Matrix Group induction proof and order of elements question $H$ is the set of the matrices $A$ of the form
$$A= \begin{pmatrix} \cos(\theta) & \sin (\theta) \\ -\sin (\theta) & \cos (\theta)\end{pmatrix}$$ 
where $0\leq \theta < 2\pi$  is a group with respect to matrix multiplication.
Question part (1) Prove by induction that  for any $\theta$ and any positive integer $n$,
$$\begin{pmatrix} \cos(\theta) & \sin (\theta) \\ -\sin (\theta) & \cos (\theta)\end{pmatrix}^{n} = \begin{pmatrix} \cos(n\theta) & \sin (n\theta) \\ -\sin (n\theta) & \cos (n\theta)\end{pmatrix}$$ 
When $n =1$ we have $$\begin{pmatrix} \cos(\theta) & \sin (\theta) \\ -\sin (\theta) & \cos (\theta)\end{pmatrix}^{1} = \begin{pmatrix} \cos(\theta) & \sin (\theta) \\ -\sin (\theta) & \cos (\theta)\end{pmatrix}$$ 
and clearly this holds for the base case. 
Now I'm going to assume true when $n=k$ and try and prove for $k+1$. So we have 
$$\begin{pmatrix} \cos(\theta) & \sin (\theta) \\ -\sin (\theta) & \cos (\theta)\end{pmatrix}^{k}\begin{pmatrix} \cos(\theta) & \sin (\theta) \\ -\sin (\theta) & \cos (\theta)\end{pmatrix}^{1} = \begin{pmatrix} \cos(k\theta + \theta) & \sin (k\theta + \theta) \\ -\sin (k\theta + \theta) & \cos (k\theta + \theta)\end{pmatrix}$$ 
Now I'm sure I can cheese this, but is there some clever way to pull this apart? I want to just be able to say something like the determinant of the left side is $1^{k+1}$ and its the same on the right ...

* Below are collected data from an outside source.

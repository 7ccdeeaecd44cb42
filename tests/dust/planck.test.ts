import { describe, expect, it } from 'vitest'
import { planckNu, planckNuDerivative } from '../../src/dust/planck.js'
import { integrate } from '../../src/math/quadrature.js'
import { BOLTZMANN, LIGHT_SPEED, PLANCK, STEFAN_BOLTZMANN } from '../../src/units/constants.js'

/** Wien's constants: roots of x = 3 (1 - e^-x) and 5 (1 - e^-x); OEIS A133838 gives the inverse of the second. */
const NU_PEAK = 2.82143937212208
const LAMBDA_PEAK = 1 / 0.2014052352726422

describe('planckNu', () => {
  it('gives the values of a general library', () => {
    // wavelength (um), T (K), B_nu (cgs): evaluated with CODATA 2018 constants in high precision; rows marked * also by
    // astropy.modeling.physical_models.BlackBody 5.2.1
    const rows = [
      [0.55, 5772, 2.59673374822e-5], // *
      [0.55, 10000, 0.000188316601294],
      [1, 2500, 1.26203877334e-6], // *
      [2.2, 800, 1.05114029789e-8],
      [10, 300, 3.31030119846e-9], // *
      [10, 100, 2.24170462158e-13],
      [100, 30, 3.31030119846e-12], // *
      [850, 20, 4.86004137724e-13],
      [1300, 10, 8.93213381054e-14],
      [1900, 2.72548, 3.83757581014e-15]
    ]
    for (const [wavelengthUm, temperature, value] of rows) {
      expect(planckNu(LIGHT_SPEED / (wavelengthUm * 1e-4), temperature) / value).toBeCloseTo(1, 11)
    }
  })

  it('peaks where Wien says, as high as its maximum', () => {
    for (const temperature of [2.7, 300, 5772]) {
      const peak = (NU_PEAK * BOLTZMANN * temperature) / PLANCK
      expect(peak / temperature / 5.87892575764682e10).toBeCloseTo(1, 12)
      expect(planckNu(peak, temperature) / temperature ** 3 / 1.89606633925e-16).toBeCloseTo(1, 10)
      expect(planckNu(peak * 0.999, temperature)).toBeLessThan(planckNu(peak, temperature))
      expect(planckNu(peak * 1.001, temperature)).toBeLessThan(planckNu(peak, temperature))
    }
  })

  it('has its maximum per unit wavelength at lambda T = 0.2898 cm K', () => {
    const perWavelength = (cm: number) => planckNu(LIGHT_SPEED / cm, 1000) / cm ** 2
    const peak = (PLANCK * LIGHT_SPEED) / (LAMBDA_PEAK * BOLTZMANN * 1000)
    expect((peak * 1000) / 0.289777195518517).toBeCloseTo(1, 12)
    expect(perWavelength(peak * 0.999)).toBeLessThan(perWavelength(peak))
    expect(perWavelength(peak * 1.001)).toBeLessThan(perWavelength(peak))
  })

  it('is safe at both ends', () => {
    expect(planckNu(1e20, 10)).toBe(0)
    expect(planckNu(0, 10)).toBe(0)
    expect(planckNu(1e12, 0)).toBe(0)
    // Rayleigh-Jeans 2 nu^2 k T / c^2; the next term is x / 2 = 2.4e-12
    const rayleighJeans = (2 * 1e4 * BOLTZMANN * 1e5) / LIGHT_SPEED ** 2
    expect(planckNu(100, 1e5) / rayleighJeans).toBeCloseTo(1, 12)
    // x / (e^x - 1) at x = 0.01, from its Bernoulli series 1 - x/2 + x^2/12 - x^4/720
    const nu = (0.01 * BOLTZMANN * 300) / PLANCK
    expect(planckNu(nu, 300) / ((2 * nu * nu * BOLTZMANN * 300) / LIGHT_SPEED ** 2)).toBeCloseTo(0.995008333319, 12)
  })

  it('integrates to sigma T^4 / pi, its derivative to 4 sigma T^3 / pi', () => {
    // sigma T^4 at 5772 K, CODATA 2018: 6.29385924703e10 erg/s/cm2
    const scale = (BOLTZMANN * 5772) / PLANCK
    const total = integrate((nu) => planckNu(nu, 5772), 0, 90 * scale)
    expect((Math.PI * total) / 6.29385924703e10).toBeCloseTo(1, 9)
    const derivative = integrate((nu) => planckNuDerivative(nu, 5772), 0, 90 * scale)
    expect((Math.PI * derivative) / (4 * STEFAN_BOLTZMANN * 5772 ** 3)).toBeCloseTo(1, 9)
  })
})

describe('planckNuDerivative', () => {
  it('is the slope of planckNu in temperature', () => {
    for (const [nu, temperature] of [
      [1e10, 300],
      [1e13, 100],
      [3e14, 1500],
      [3e14, 300]
    ]) {
      const step = 1e-5 * temperature
      const slope = (planckNu(nu, temperature + step) - planckNu(nu, temperature - step)) / (2 * step)
      expect(planckNuDerivative(nu, temperature) / slope).toBeCloseTo(1, 6)
    }
    expect(planckNuDerivative(1e20, 10)).toBe(0)
  })
})
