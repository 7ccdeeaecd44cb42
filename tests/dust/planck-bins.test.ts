import { describe, expect, it } from 'vitest'
import { planckBins } from '../../src/dust/planck-bins.js'
import { transportWavelengths } from '../../src/dust/wavelength-grid.js'
import { STEFAN_BOLTZMANN } from '../../src/units/constants.js'

/**
 * lambda T (um K), fraction of blackbody emission below it: the series (15/pi^4) sum e^-nz/n (z^3 + 3z^2/n + 6z/n^2 + 6/n^3)
 * evaluated to 8 decimals; and the column of the usual heat-transfer handbook table (recalled; NaN where the book has a known
 * misprint), whose old constants put it up to 5e-5 high at the long end.
 */
const FRACTIONS = [
  [1000, 0.00032077, 0.000321],
  [1400, 0.00779039, 0.00779],
  [2000, 0.06672994, 0.066728],
  [2898, 0.25010629, 0.250108],
  [4000, 0.48086464, 0.480877],
  [5200, 0.65794734, Number.NaN],
  [6000, 0.73778942, 0.737818],
  [8000, 0.85625069, 0.856288],
  [10000, 0.91415697, 0.914199],
  [20000, 0.98555384, 0.985602],
  [50000, 0.99890388, 0.998953]
]
const MEDIAN = 4107.24848771

describe('planckBins', () => {
  const temperature = 800
  const stops = [...FRACTIONS.map(([product]) => product), MEDIAN].map((product) => (product * 1e-4) / temperature)
  const grid = transportWavelengths(0.05e-4, 3, stops)
  const bins = planckBins(grid, temperature)
  const total = (STEFAN_BOLTZMANN * temperature ** 4) / Math.PI
  const fractionBelow = (lambdaT: number) => {
    const wanted = (lambdaT * 1e-4) / temperature
    const edge = grid.edges.findIndex((wavelength) => Math.abs(wavelength / wanted - 1) < 1e-12)
    return bins.subarray(0, edge).reduce((sum, part) => sum + part, 0) / total
  }

  it('adds up to the tabulated blackbody fractions', () => {
    for (const [product, exact, book] of FRACTIONS) {
      const fraction = fractionBelow(product)
      expect(Math.abs(fraction - exact)).toBeLessThan(6e-9) // last printed digit, and 1e-9 below the grid
      if (!Number.isNaN(book)) expect(Math.abs(fraction - book)).toBeLessThan(5.1e-5)
    }
    expect(fractionBelow(MEDIAN)).toBeCloseTo(0.5, 9)
  })

  it('adds up to sigma T^4 / pi over the whole grid', () => {
    for (const [hot, allowed] of [
      [20, 1e-6],
      [300, 1e-8],
      [1e4, 2e-9]
    ]) {
      const sum = planckBins(grid, hot).reduce((a, b) => a + b, 0)
      expect(Math.abs((sum * Math.PI) / (STEFAN_BOLTZMANN * hot ** 4) - 1)).toBeLessThan(allowed)
    }
  })
})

Question part (2) Find an element of $H$ of order 5.
Here I'm totally lost, I seem to think that every element is of order 1 cause the determinant is 1.
Question part (3) Find an element of $H$ of infinite order.
Again I'm lost; I want to somehow make the determinant 0 for this but it can never be 0 for any $\theta$.
 A: Hints:
For part 1, you didn't actually use the inductive hypothesis yet. Remember that you are assuming that the claim is true when $n=k$, i.e. that
$$\begin{pmatrix} \cos(\theta) & \sin (\theta) \\ -\sin (\theta) & \cos (\theta)\end{pmatrix}^{k} = \begin{pmatrix} \cos(k\theta) & \sin (k\theta) \\ -\sin (k\theta) & \cos (k\theta)\end{pmatrix}.$$
Thus, what you want to prove can be rewritten as
$$\begin{pmatrix} \cos(k\theta) & \sin (k\theta) \\ -\sin (k\theta) & \cos (k\theta)\end{pmatrix}\begin{pmatrix} \cos(\theta) & \sin (\theta) \\ -\sin (\theta) & \cos (\theta)\end{pmatrix}^{1} = \begin{pmatrix} \cos(k\theta + \theta) & \sin (k\theta + \theta) \\ -\sin (k\theta + \theta) & \cos (k\theta + \theta)\end{pmatrix}.$$
You'll want to just multiply this out and use some trig identities.

For parts 2 and 3, you should note that multiplying a vector $\begin{pmatrix} a \\ b\end{pmatrix}$ in the plane $\mathbb{R}^2$ by the matrix $\begin{pmatrix} \cos(\theta) & \sin (\theta) \\ -\sin (\theta) & \cos (\theta)\end{pmatrix}$ produces the vector that is $\begin{pmatrix} a \\ b\end{pmatrix}$, except now rotated counterclockwise by an angle of $\theta$.
Can you think of an angle $\theta$ such that rotating the plane around the origin by $\theta$ 5 times in a row is equivalent to doing nothing?
Can you think of an angle $\theta$ such that no matter how many times you rotate the plane by it, it never comes back to its original orientation?